Combinations for three numbers to sum up to 1000

Question

I need every combination of three positive integers with the sum of 1000.

This was my attempt but I'm unsure if this is correct since I have no way to validate it.

def getSum():
    l = []
    for x in range(1, 999):
        total = 1000-x
        for y in range(1, 999):
            total = total-y
            if total>0:
                l.append([x, y, total])
    return l

print len(getSum())

I get 28776 different combinations. Is that correct?

Answer 1

Since 1+998+1 and 1+1+998 are not the same thing, there are some incredible amount of combinations:

This line can generate them all:

[(i, 1000-i-k, k) for i in range(1,999) for k in range(1,1000-i)]

Results:

[...
(1, 4, 995),
(1, 3, 996),
(1, 2, 997),
(1, 1, 998),
(2, 997, 1),
(2, 996, 2),
...]

The length of this list is:

498501

Answer 2

No, that number is not correct.
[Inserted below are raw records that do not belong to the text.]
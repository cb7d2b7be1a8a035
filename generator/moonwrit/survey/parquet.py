"""The tables of a survey once more as Parquet, typed; the extra ``parquet`` brings the library."""

from __future__ import annotations

import os
from pathlib import Path
from typing import Any

from moonwrit.errors import RequestError
from moonwrit.survey.schema import TABLES

_BLOCK = 1 << 24
"""Bytes of a CSV file read at a time; each becomes a group of rows."""


def library() -> Any:
    """pyarrow. Raises RequestError where it is not installed."""
    try:
        import pyarrow.csv
        import pyarrow.parquet
    except ImportError:
        raise RequestError("--parquet needs the extra parquet", "pip install 'moonwrit[parquet]'") from None
    return pyarrow


def write_parquet(output: Path) -> None:
    """Each table of the folder ``output`` beside its CSV file, with the same columns and values.

    What is empty there is null. Equal tables give equal bytes: a Parquet file names the library that wrote it, no time.
    """
    arrow = library()
    types = {"string": arrow.string(), "integer": arrow.int32(), "number": arrow.float64()}
    for name, columns in TABLES.items():
        table = arrow.schema([(column, types[_type(form)]) for column, form in columns.items()])
        aside = output / f".{name}.parquet.{os.getpid()}"
        try:
            with (
                arrow.csv.open_csv(
                    output / f"{name}.csv",
                    arrow.csv.ReadOptions(block_size=_BLOCK),
                    arrow.csv.ParseOptions(newlines_in_values=True),
                    arrow.csv.ConvertOptions(column_types=table, null_values=[""], strings_can_be_null=True),
                ) as rows,
                arrow.parquet.ParquetWriter(aside, table) as writer,
            ):
                for block in rows:
                    writer.write_batch(block)
            os.replace(aside, output / f"{name}.parquet")
        except OSError as fault:
            raise RequestError(f"{output} cannot be written ({fault.strerror or fault})",
                               "free space, and run again: what is finished is kept") from None
        finally:
            aside.unlink(missing_ok=True)


def _type(form: dict[str, Any]) -> str:
    """Of a column, by its JSON Schema: what may be null says so beside its type."""
    kind = form["type"]
    return str(kind if isinstance(kind, str) else kind[0])
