"""The results of a survey, drawn from the files of its units: CSV by place, JSON in total with its schema."""

from __future__ import annotations

import csv
import os
from collections.abc import Iterable, Iterator
from dataclasses import dataclass
from io import BytesIO
from itertools import combinations
from math import cos, radians
from pathlib import Path
from typing import Any, NamedTuple

import numpy as np
import numpy.typing as npt

from moonwrit.errors import RequestError
from moonwrit.survey.plan import Place, Plan, Unit
from moonwrit.survey.running import PLAN, json_bytes, write
from moonwrit.survey.unit import CLOSENESSES

Row = dict[str, Any]

MOST_PLACES = 100
"""``survey.json`` lists single places up to so many; beyond, they stand in the CSV files alone."""

_TABLES = ("policies", "agreement", "places")


class AtPlace(NamedTuple):
    """All rows of one place, in the order of the policies and of their pairs."""

    policies: list[Row]
    agreement: list[Row]
    place: Row


@dataclass(frozen=True)
class Results:
    """Over all places. On a grid a place counts by the area of its cell, else all count alike.

    ``policies`` and ``agreement`` have the keys of their schema. ``places`` are single places, where they are few.
    ``cells``: latitude, longitude and share of months on which all policies begin on one day, means over cells of
    five degrees or more; empty but on a grid. ``seams``: joints of two runs of years at which a walk had not settled.
    """

    survey: Row
    policies: list[Row]
    agreement: list[Row]
    places: list[AtPlace]
    cells: list[tuple[float, float, float]]
    seams: int

    def as_json(self) -> Row:
        return {
            "$schema": "survey.schema.json",
            "survey": self.survey,
            "policies": self.policies,
            "agreement": self.agreement,
            "places": [{**one.place, "policies": one.policies, "agreement": one.agreement} for one in self.places],
        }


def gather(plan: Plan, output: Path) -> Results:
    """Write the CSV and JSON files of a survey whose units are all there. Raises RequestError where one is not."""
    totals = _Totals(plan)
    paths = [output / f"{name}.csv" for name in _TABLES]
    asides = [path.with_name(f".{path.name}.{os.getpid()}") for path in paths]
    try:
        opened = [aside.open("w", encoding="utf-8", newline="") for aside in asides]
        writers: list[csv.DictWriter[str]] = []
        try:
            for one in _each_place(plan, output):
                tables = (one.policies, one.agreement, [one.place])
                if not writers:
                    heads = (POLICY_AT_PLACE, PAIR_AT_PLACE, PLACE)
                    writers = [csv.DictWriter(file, list(head), lineterminator="\n")
                               for file, head in zip(opened, heads, strict=True)]
                    for writer in writers:
                        writer.writeheader()
                for writer, rows in zip(writers, tables, strict=True):
                    writer.writerows(rows)
                totals.add(one)
        finally:
            for file in opened:
                file.close()
        for aside, path in zip(asides, paths, strict=True):
            os.replace(aside, path)
    except OSError as fault:
        raise RequestError(f"{output} cannot be written ({fault.strerror or fault})",
                           "free space, and run again: what is finished is kept") from None
    results = totals.results()
    write(output / "survey.json", json_bytes(results.as_json()))
    write(output / "survey.schema.json", json_bytes(schema()))
    return results


# --- one place after another ------------------------------------------------------------------------------------------


class _Whole(NamedTuple):
    """One policy over all years at some places, place last: the units joined."""

    start: npt.NDArray[np.int32]
    length: npt.NDArray[np.uint8]
    closeness: npt.NDArray[np.int64]
    known: npt.NDArray[np.int64]
    before: npt.NDArray[np.int64]
    age: npt.NDArray[np.float64]
    age_month: npt.NDArray[np.int32]
    seams: npt.NDArray[np.int64]


def _each_place(plan: Plan, output: Path) -> Iterator[AtPlace]:
    for first, end in plan.place_chunks():
        wholes = [_whole(plan, output, policy, first, end) for policy in plan.policies]
        by_policy = [_policy_columns(plan, whole) for whole in wholes]
        pairs = list(combinations(range(len(wholes)), 2))
        by_pair = [_pair_columns(wholes[one].start, wholes[other].start) for one, other in pairs]
        same = np.ones(wholes[0].start.shape, dtype=bool)
        for whole in wholes[1:]:
            same &= whole.start == wholes[0].start
        all_same = same.sum(axis=0)
        for index in range(end - first):
            place = plan.place(first + index)
            yield AtPlace(
                [{"policy": policy, **_named(place), "months": plan.months, **_at(columns, index)}
                 for policy, columns in zip(plan.policies, by_policy, strict=True)],
                [{"policy": plan.policies[one], "other": plan.policies[other], **_named(place), "months": plan.months,
                  **_at(columns, index)} for (one, other), columns in zip(pairs, by_pair, strict=True)],
                {**_named(place), "months": plan.months, "all_same": int(all_same[index])},
            )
The problem with your code is this line:

        total = total-y

Here, you decrease total further and further with each value of y that you try, never resetting it to the value after just subtracting x . To fix it, create a new variable, eg total2 , and use that in the inner loop.

        total2 = total-y

This way, you get 498501 combinations. Also, you can break from the inner loop as soon as total2 < 0 .

---

If you need just the number of combinations: Note that there are N-1 combinations to sum two numbers to N , eg for N==4 : 1+3 , 2+2 , 3+1 (assuming you consider 1+3 and 3+1 different). You can extend this to the case of three numbers as partitioning the number in two parts two times. This way, you only need a single loop. And this can be simplified further to an O(1) formula.

Example, with naive approach using product as reference:

>>> N = 100  # to make reference faster
>>> sum(1 for t in product(range(1, N+1), repeat=3) if sum(t)==N)
4851
>>> sum(N-1-i for i in range(1, N-1))
4851
>>> ((N-2)*(N-1))//2
4851

Of course, also works for N = 1000 (or much, much larger):

>>> N = 1000
>>> sum(N-1-i for i in range(1, N-1))
498501
>>> ((N-2)*(N-1))//2
498501

Answer 3

If you treated [1,1,998] and [1,998,1] the same (no unique integers):

def getSum():
    l = []
    for x in range(1, 999):
        total = 1000-x
        for y in range(1, 999):
            total = total-y
            if total>0:
                z = [x, y, total]
                z.sort()
                if z not in l:
                    l.append(z)
return l

a = getSum()
print(len(a))

If you want 3 unique integers:

def getSum():
    l = []
    for x in range(1, 999):
        total = 1000-x
        for y in range(1, 999):
            total = total-y
            if total>0:
                z = [x, y, total]
                z.sort()
                if (z not in l) and (not((len(set(z)) < len(z)))):
                    l.append(z)
    return l

a = getSum()
print(len(a))

Otherwise your code is (in my sense) ok. I haven't check your answer yet...

EDIT : I have checked it using brutal force. The correct answer is actually 498501 if you treated (1,1,998) and (998,1,1) differently. Currently I don't know why...

Answer 4

Try this:

def getSum():
    l = []
    for x in range(1, 6):
        for y in range(1, 6):
            total = 6-(y+x)
            if total>0:
                s = set([x, y, total])
                if s not in l:
                    l.append(s)
                    print(x, y, total)
    return l

print (len(getSum()))

This is my algorithm, Although there is better ways. In this case I wrote code for number 6 and printed all combinations to show how it works. You can set 1000 or any number instead of 6 in this code(in 3 position) and ignore print() line.